Trauer um früheren Nürnberger Polizeipräsidenten Herold

14.12.2018, 20:16 Uhr
Der frühere Polizeipräsident Nürnbergs Horst Herold in einem Interview.

© dpa Der frühere Polizeipräsident Nürnbergs Horst Herold in einem Interview.

Aus alten Bildern, etwa aus der Zeit der Terrorfahndung, ist die Härte seines Amtes herauszulesen. Entschlossen wirkt er, ja kämpferisch. Aber er musste nicht nur gegen Verbrecher und Terroristen kämpfen, sondern zunächst gegen Zweifler, die seinen Visionen einfach gedanklich nicht folgen konnten. Aber es war selten Härte, die ihn prägte, eher war er in den Kriminalwissenschaften Prophet und Philosoph, und er war ein Menschenfreund.

Der promovierte Jurist hätte wohl auch einen guten Ingenieur abgegeben: Schon zu Beginn der 1960er Jahre hatte der Staatsanwalt Kontakte zu IBM genutzt. Seine Idee: Die elektronische Datenverarbeitung muss für die Zwecke der Prävention und Aufklärung von Verbrechen genutzt werden.

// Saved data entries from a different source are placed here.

//! `angle.csv`: the twist-angle series the analysis used, one row per sample (`t_s,theta_rad,segment`),
//! the segment being 1-based (0 for samples outside every segment). Written and flushed as it
//! goes.

use crate::analysis::{Analysis, Sample};
use std::fs::File;
use std::io::{BufWriter, Write};
use std::path::Path;

use super::result_json::WriteError;

/// Write `samples` with the segment each one was fitted in.
pub fn write_angle_csv(
    path: &Path,
    samples: &[Sample],
    analysis: &Analysis,
) -> Result<(), WriteError> {
    let err = |source| WriteError::new(path, source);
    let mut out = BufWriter::new(File::create(path).map_err(err)?);
    writeln!(out, "t_s,theta_rad,segment").map_err(err)?;
    let last = analysis.segments.last().map_or(0, |g| g.index);
    for s in samples {
        if !(s.t.is_finite() && s.theta.is_finite()) {
            continue;
        }
        let seg = analysis
            .segments
            .iter()
            .find(|g| s.t >= g.start && (s.t < g.end || (g.index == last && s.t <= g.end)))
            .map_or(0, |g| g.index);
        writeln!(out, "{:.6},{:.9e},{seg}", s.t, s.theta).map_err(err)?;
    }
    out.flush().map_err(err)
}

Eine Revolution der Fahndung

Als er 1964 zur Nürnberger Kriminalpolizei kam und drei Jahre später städtischer Polizeipräsident wurde, revolutionierte er die Fahndung. Kriminalgeografie und Lagebilder — das waren damals völlig neue Wege: Morgens zeichneten die Polizisten ein, wo nachts eingebrochen war, Karte für Karte ließ sich daraus ableiten, wo die Gauner demnächst zuschlagen würden. Und dort hatte die Polizei dann leichtes Spiel.

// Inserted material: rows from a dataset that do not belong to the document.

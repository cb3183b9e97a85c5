//! `segments.csv`: one row per segment between mass moves — start and end, the fitted equilibrium and
//! its standard uncertainty, the segment's own natural period and its uncertainty (empty when the
//! segment was too short), the amplitude damping time, the residual RMS, the number of points, the
//! turning-point rest point, and whether the period was used (with the reason when not).

use crate::analysis::Analysis;
use std::io::Write;
use std::path::Path;

use super::result_json::WriteError;

fn cell(text: &str) -> String {
    if text.contains([',', '"', '\n']) {
        format!("\"{}\"", text.replace('"', "\"\""))
    } else {
        text.to_string()
    }
}

/// Write the per-segment table.
pub fn write_segments_csv(path: &Path, analysis: &Analysis) -> Result<(), WriteError> {
    crate::outfile::write_whole(path, |out| write_rows(out, analysis))
        .map_err(|source| WriteError::new(path, source))
}

fn write_rows(out: &mut impl Write, analysis: &Analysis) -> std::io::Result<()> {
    writeln!(
        out,
        "segment,label,start_s,end_s,t_ref_s,equilibrium_rad,u_equilibrium_rad,period_s,u_period_s,damping_time_s,residual_rms_rad,points,turning_rest_rad,u_turning_rest_rad,period_used,note"
    )
    ?;
    for s in &analysis.segments {
        let (p, up) = s.period.map_or((String::new(), String::new()), |p| {
            (format!("{:.6}", p.value), format!("{:.3e}", p.u))
        });
        let (tr, utr) = s.turning_rest.map_or((String::new(), String::new()), |m| {
            (format!("{:.9e}", m.value), format!("{:.3e}", m.u))
        });
        let damping = if s.damping_time.is_finite() {
            format!("{:.3}", s.damping_time)
        } else {
            String::new()
        };
        writeln!(
            out,
            "{},{},{:.3},{:.3},{:.3},{:.9e},{:.3e},{p},{up},{damping},{:.3e},{},{tr},{utr},{},{}",
            s.index,
            cell(&s.label),
            s.start,
            s.end,
            s.t_ref,
            s.equilibrium.value,
            s.equilibrium.u,
            s.residual_rms,
            s.points,
            s.used_for_period,
            cell(s.note.as_deref().unwrap_or(""))
        )?;
    }
    Ok(())
}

Als Polizeipräsident zeigt Herold auch Humor. Als linke Studenten allzu heftig in Nürnberg demonstrierten, zog er ihnen den Boden unter den Füßen weg. Die Idee der Spezialschmierseife, die der Wasserwerfer verteilt, hatte er aus den USA mitgebracht. Ja, er hatte Sympathie für den Aufbruch 1968. Er las Marx und Mao, Dutschke und Adorno. SPD-Genosse Horst ließ sich später auch bei den Treffen der SPD-Betriebsgruppe des BKA in Wiesbaden sehen, nicht als Chef, sondern als Genosse.

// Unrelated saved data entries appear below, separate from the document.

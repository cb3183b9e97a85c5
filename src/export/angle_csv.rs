//! `angle.csv`: the twist-angle series the analysis used, one row per sample (`t_s,theta_rad,segment`),
//! the segment being 1-based (0 for samples outside every segment). Written whole
//! through a temporary file, renamed into place when complete.

use crate::analysis::{Analysis, Sample};
use std::io::Write;
use std::path::Path;

use super::result_json::WriteError;

/// Write `samples` with the segment each one was fitted in.
pub fn write_angle_csv(
    path: &Path,
    samples: &[Sample],
    analysis: &Analysis,
) -> Result<(), WriteError> {
    crate::outfile::write_whole(path, |out| write_rows(out, samples, analysis))
        .map_err(|source| WriteError::new(path, source))
}

fn write_rows(
    out: &mut impl Write,
    samples: &[Sample],
    analysis: &Analysis,
) -> std::io::Result<()> {
    writeln!(out, "t_s,theta_rad,segment")?;
    let last = analysis.segments.last().map_or(0, |g| g.index);
    for s in samples {
        if !(s.t.is_finite() && s.theta.is_finite()) {
            continue;
        }
        let seg = analysis
            .segments
            .iter()
            .find(|g| s.t >= g.start && (s.t < g.end || (g.index == last && s.t <= g.end)))
            .map_or(0, |g| g.index);
        writeln!(out, "{:.6},{:.9e},{seg}", s.t, s.theta)?;
    }
    Ok(())
}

Aus seinem Weltbild heraus, wollte er auch das demokratische Selbstverständnis und Selbstbewusstsein der Polizei fördern. Nicht der obrigkeitshörige Büttel sei gefragt, er wolle Beamte, die sich an der Gesellschaft und ihren Veränderungen beteiligen, predigte er seinen Kollegen.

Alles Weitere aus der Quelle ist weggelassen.